Let $X$ be a subcomplex of a CW-complex $Y$. Is $(Y/X)^{\wedge k}$ homotopy equivalent to $Y^{\wedge k}/X^{\wedge k}$, where $\wedge k$ is the $k$-fold smash product? I know it is not true for products but am having a hard time visualizing for smash products.

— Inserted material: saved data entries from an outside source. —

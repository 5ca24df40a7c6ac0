import { Controller, Get, Inject } from '@nestjs/common';
import { Public } from '../auth/auth.decorators';
import { HealthService, type HealthReport } from './health.service';

@Controller('health')
export class HealthController {
  constructor(@Inject(HealthService) private readonly health: HealthService) {}

  @Public()
  @Get()
  check(): Promise<HealthReport> {
    return this.health.check();
  }
}
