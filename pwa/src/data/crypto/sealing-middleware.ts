// The sealing layer of a Dexie database: a DBCore middleware at the bottom of the stack, so every
// repository, the sync engine's pull and push, the Outbox transitions and the patient directory
// read and write plain values while IndexedDB holds only sealed ones (value-codec.ts).
//
// WebCrypto is asynchronous and IndexedDB commits a transaction as soon as it has no request
// waiting, so while a value is being sealed or opened the layer keeps the transaction alive with
// cheap reads of a key that cannot exist (as Dexie.waitFor does), and hands the result back inside
// a request's success callback, where the transaction is active again for the caller's next step.
//
// Values without a sealed box are passed through as they are: a database written before the
// tablet was protected is readable until sealInPlace (seal-in-place.ts) has rewritten it. A value
// that fails authentication is reported to the vault in words and left out of the answer (as if
// absent), so nothing else is lost and a pull can bring a good copy.
import type {
  DBCore,
  DBCoreGetManyRequest,
  DBCoreGetRequest,
  DBCoreMutateRequest,
  DBCoreQueryRequest,
  DBCoreTable,
  DBCoreTransaction,
  Middleware,
} from 'dexie';
import type { DataKeyVault } from './data-key-vault';
import {
  additionalData,
  DamagedValueError,
  isSealed,
  openValue,
  sealValue,
  type TableSealing,
} from './value-codec';

/** Runs `work` while keeping `trans` alive; settles inside a success callback of `trans`. */
export function keepingAlive<T>(
  trans: DBCoreTransaction,
  storeName: string,
  work: Promise<T>,
): Promise<T> {
  const idbTrans = trans as unknown as IDBTransaction;
  let outcome: { ok: true; value: T } | { ok: false; error: unknown } | null = null;
  work.then(
    (value) => {
      outcome = { ok: true, value };
    },
    (error: unknown) => {
      outcome = { ok: false, error };
    },
  );
  return new Promise<T>((resolve, reject) => {
    let store: IDBObjectStore;
    try {
      store = idbTrans.objectStore(storeName);
    } catch {
      // Not an IndexedDB transaction (or already finished): nothing to keep alive.
      work.then(resolve, reject);
      return;
    }
    const spin = (): void => {
      const done = outcome as { ok: true; value: T } | { ok: false; error: unknown } | null;
      if (done) {
        if (done.ok) resolve(done.value);
        else reject(done.error);
        return;
      }
      try {
        const request = store.get(-Infinity);
        request.onsuccess = spin;
        request.onerror = () => reject(request.error);
      } catch (error) {
        // The transaction ended under us (aborted elsewhere): say so when the work is done.
        work.then(() => reject(error), reject);
      }
    };
    spin();
  });
}

function keyPathValue(value: Record<string, unknown>, keyPath: string | string[] | null): unknown {
  if (keyPath === null) return null;
  if (Array.isArray(keyPath)) return keyPath.map((path) => value[path]);
  return value[keyPath];
}

function describeKey(key: unknown): string {
  return Array.isArray(key) ? key.join(' ') : String(key);
}

export function sealingMiddleware(
  vault: DataKeyVault,
  tables: Readonly<Record<string, TableSealing>>,
): Middleware<DBCore> {
  return {
    stack: 'dbcore',
    name: 'Sealing',
    // Below Dexie's own middlewares (-1, 0) and the patient directory (10): they all see plain values.
    level: -2,
    create: (down) => ({
      ...down,
      table: (name) => {
        const table = down.table(name);
        const spec = tables[name];
        return spec ? sealedTable(table, spec, vault) : table;
      },
    }),
  };
}

function sealedTable(table: DBCoreTable, spec: TableSealing, vault: DataKeyVault): DBCoreTable {
  const keyPath = table.schema.primaryKey.keyPath as string | string[] | null;
  const name = table.name;

  async function openOne(raw: unknown, trans: DBCoreTransaction): Promise<unknown> {
    if (!isSealed(raw)) return raw;
    const key = vault.keyForReading();
    const primaryKey = keyPathValue(raw, keyPath);
    try {
      return await openValue(key, spec, additionalData(name, primaryKey), raw);
    } catch (error) {
      if (!(error instanceof DamagedValueError)) throw error;
      vault.reportDamaged({
        database: (trans as unknown as IDBTransaction).db?.name ?? '',
        table: name,
        key: describeKey(primaryKey),
        at: Date.now(),
      });
      return undefined;
    }
  }

  function forgetReplaced(req: DBCoreMutateRequest): void {
    const keys: unknown[] =
      req.type === 'delete'
        ? [...req.keys]
        : req.type === 'add' || req.type === 'put'
          ? req.values.map((value, index) =>
              keyPath === null ? req.keys?.[index] : keyPathValue(value, keyPath),
            )
          : [];
    if (keys.length === 0) return;
    const database = (req.trans as unknown as IDBTransaction).db?.name ?? '';
    // Forgotten once the write commits; a write that fails leaves the report as it was.
    const done = () => vault.forgetDamaged(database, name, keys.map(describeKey));
    const idb = req.trans as unknown as IDBTransaction;
    if (typeof idb.addEventListener === 'function') idb.addEventListener('complete', done);
    else done();
  }

  function openMany(rows: readonly unknown[], trans: DBCoreTransaction): Promise<unknown[]> | null {
    if (!rows.some(isSealed)) return null;
    return keepingAlive(trans, name, Promise.all(rows.map((row) => openOne(row, trans))));
  }

  return {
    ...table,
    mutate: (req: DBCoreMutateRequest) => {
      // A value written or deleted over a damaged one replaces it: it is no longer reported.
      if (vault.damagedValues().length > 0) forgetReplaced(req);
      if (req.type !== 'add' && req.type !== 'put') return table.mutate(req);
      const key = vault.keyForWriting();
      if (!key) return table.mutate(req);
      const values = req.values as Array<Record<string, unknown>>;
      const sealing = Promise.all(
        values.map((value, index) => {
          const primaryKey = keyPath === null ? req.keys?.[index] : keyPathValue(value, keyPath);
          return sealValue(key, spec, additionalData(name, primaryKey), value);
        }),
      );
      return keepingAlive(req.trans, name, sealing).then((sealed) =>
        table.mutate({ ...req, values: sealed } as DBCoreMutateRequest),
      );
    },
    get: (req: DBCoreGetRequest) =>
      table.get(req).then((raw) => {
        if (!isSealed(raw)) return raw;
        return keepingAlive(req.trans, name, openOne(raw, req.trans));
      }),
    getMany: (req: DBCoreGetManyRequest) =>
      table.getMany(req).then((rows) => openMany(rows, req.trans) ?? rows),
    query: (req: DBCoreQueryRequest) =>
      table.query(req).then((res) => {
        if (!req.values) return res;
        const opening = openMany(res.result, req.trans);
        if (!opening) return res;
        return opening.then((result) => ({
          ...res,
          // A damaged value is left out of a list (reported to the vault).
          result: result.filter((row) => row !== undefined),
        }));
      }),
    openCursor: (req) =>
      table.openCursor(req).then((cursor) => {
        if (!cursor || !req.values) return cursor;
        // A cursor's value is read synchronously; a sealed one cannot be opened there. The
        // repositories read these tables with whole-range queries instead (toArray, not filter).
        return new Proxy(cursor, {
          get(target, prop) {
            const got: unknown = Reflect.get(target, prop, target);
            if (prop === 'value' && isSealed(got)) {
              throw new Error(
                `The ${name} table is sealed: read it with a query (toArray), not a cursor (filter or each)`,
              );
            }
            return typeof got === 'function'
              ? (got as (...a: unknown[]) => unknown).bind(target)
              : got;
          },
        });
      }),
  };
}
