// The Review desk's countersigning and record-history routes (its Disputes routes are the
// disputes module's): supervisors only, each scoped to the supervisor's sites by the
// services. Controllers are one-liners (docs/conventions.md).
import { Body, Controller, Get, Header, HttpCode, Inject, Param, Post } from '@nestjs/common';
import { ApiOperation, ApiResponse, ApiTags } from '@nestjs/swagger';
import { ApiSignedIn, ApiZodBody } from '../auth/api-docs';
import { CurrentUser, Roles } from '../auth/auth.decorators';
import type { AuthUser } from '../auth/auth-user';
import { ZodValidationPipe, zodDto } from '../common/zod-validation.pipe';
import { CountersignService } from './countersign.service';
import { RecordHistoryService } from './record-history.service';
import {
  collectionParamSchema,
  countersignVisitSchema,
  recordIdParamSchema,
  returnVisitSchema,
  visitIdParamSchema,
} from './review.schemas';
import {
  type CountersignItemView,
  type RecordHistoryView,
  type VisitReviewResult,
} from '@fuselight/shared';

class ReturnVisitBody extends zodDto(returnVisitSchema) {}
class CountersignBody extends zodDto(countersignVisitSchema) {}

@ApiTags('review')
@ApiSignedIn()
@Roles('supervisor')
@Controller('review')
export class ReviewController {
  constructor(
    @Inject(CountersignService) private readonly countersigning: CountersignService,
    @Inject(RecordHistoryService) private readonly histories: RecordHistoryService,
  ) {}

  @Get('countersign')
  @ApiOperation({
    summary: 'Visits signed by clinicians who need a countersignature, in your sites',
  })
  countersignQueue(@CurrentUser() user: AuthUser): Promise<{ items: CountersignItemView[] }> {
    return this.countersigning.queue(user);
  }

  @Post('visits/:id/countersign')
  @HttpCode(200)
  @ApiOperation({
    summary: 'Countersign a Signed visit (a new version of the visit stamped by you)',
  })
  @ApiZodBody(countersignVisitSchema)
  @ApiResponse({ status: 409, description: 'Not Signed, or open Disputes remain' })
  countersign(
    @CurrentUser() user: AuthUser,
    @Param('id', new ZodValidationPipe(visitIdParamSchema)) id: string,
    @Body() _body: CountersignBody,
  ): Promise<VisitReviewResult> {
    return this.countersigning.countersign(user, id);
  }

  @Post('visits/:id/return')
  @HttpCode(200)
  @ApiOperation({
    summary: 'Return a Signed visit to its author with a comment; it goes back to draft',
  })
  @ApiZodBody(returnVisitSchema)
  @ApiResponse({ status: 409, description: 'Not Signed' })
  returnVisit(
    @CurrentUser() user: AuthUser,
    @Param('id', new ZodValidationPipe(visitIdParamSchema)) id: string,
    @Body() body: ReturnVisitBody,
  ): Promise<VisitReviewResult> {
    return this.countersigning.returnToAuthor(user, id, body.comment);
  }

  @Get('records/:collection/:id/history')
  @ApiOperation({
    summary: 'Every value of every field over time, disputes, signatures and Addenda',
  })
  history(
    @CurrentUser() user: AuthUser,
    @Param('collection', new ZodValidationPipe(collectionParamSchema)) collection: string,
    @Param('id', new ZodValidationPipe(recordIdParamSchema)) id: string,
  ): Promise<RecordHistoryView> {
    return this.histories.history(user, collection, id);
  }

  @Get('records/:collection/:id/history.csv')
  @Header('content-type', 'text/csv; charset=utf-8')
  @ApiOperation({ summary: 'The record history as CSV' })
  historyCsv(
    @CurrentUser() user: AuthUser,
    @Param('collection', new ZodValidationPipe(collectionParamSchema)) collection: string,
    @Param('id', new ZodValidationPipe(recordIdParamSchema)) id: string,
  ): Promise<string> {
    return this.histories.csv(user, collection, id);
  }
}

• $Y = \{\ast,1,2\}$, $X = \{\ast,1\}$, $k=2$. – Tyler Lawson Aug 26 '10 at 21:06
• I too find smash products hard to visualize, but tyler's example is great cus you can visualize it. Also, smash products will not behave like the ordinary product because they are not a categorical product. I believe the reason you get that commutativity is because the products satisfy a universal property. Also, once you start talking about smash products you will probably want to learn about cofibers and then ask the question. – Sean Tilson Aug 26 '10 at 21:26
• @Richard: Are you sure about the products? What happens if we have CW-complexes which are not locally compact? At least it works if we work in the category CGHaus. – Martin Brandenburg Oct 24 '10 at 23:14
• @Sean: Are you sure? I thought smash products were the product in the category of pointed spaces... since if we have pointed maps into X and Y we certainly get a pointed map into X smash Y, right? But I guess I haven't thought about uniqueness and continuity – Dylan Wilson Oct 25 '10 at 4:46
• @Dylan Wilson: products in pointed spaces are just Cartesian products $(X,x) \times (Y,y) = (X \times Y, (x,y))$. That obviously has the right universal property. The smash product is a nice monoidal structure basically because (working in a convenient category of spaces) it is left adjoint to forming pointed mapping spaces (so it is the "tensor product" corresponding to the "internal hom" in pointed spaces). – Omar Antolín-Camarena Mar 29 '12 at 22:47

The easiest way I know to say what is going on is to resort to looking at "products" of pairs: $$(X, A) \times (Y, B) = ( X\times Y , A\times Y \cup X\times B).$$ The point of this notation is that the functor $(X, A) \mapsto (X/A, *)$ carries $(X, A) \times (Y, B)$ to $X/A \wedge Y/B$. We can iterate this procedure, and I'll write $T^n(Y,X)$ for the subspace of $Y^n$ satisfying $$(Y, X)^n = ( Y^n, T^n(Y, X)).$$ Thus $(Y/X)^{\wedge n} = Y^n /T^n(Y,X)$.
You can easily check that $$T^n( Y, X) = \lbrace (y_1, \ldots, y_n) \mid y_i \in X\ \mbox{for at least one i}\rbrace.$$
On the other hand $Y^{\wedge n}/X^{\wedge n}$ is the quotient of $Y^n$ by the subspace $$T^n(Y,*) \cup X^n,$$ which is different (unless $X = *$).
$X\wedge X\subset (Y\wedge X)\cup (X\wedge Y)\subset Y\wedge Y$, with quotients $((Y/X)\wedge X)\vee (X\wedge (Y/X))$ and $(Y/X)\wedge (Y/X)$.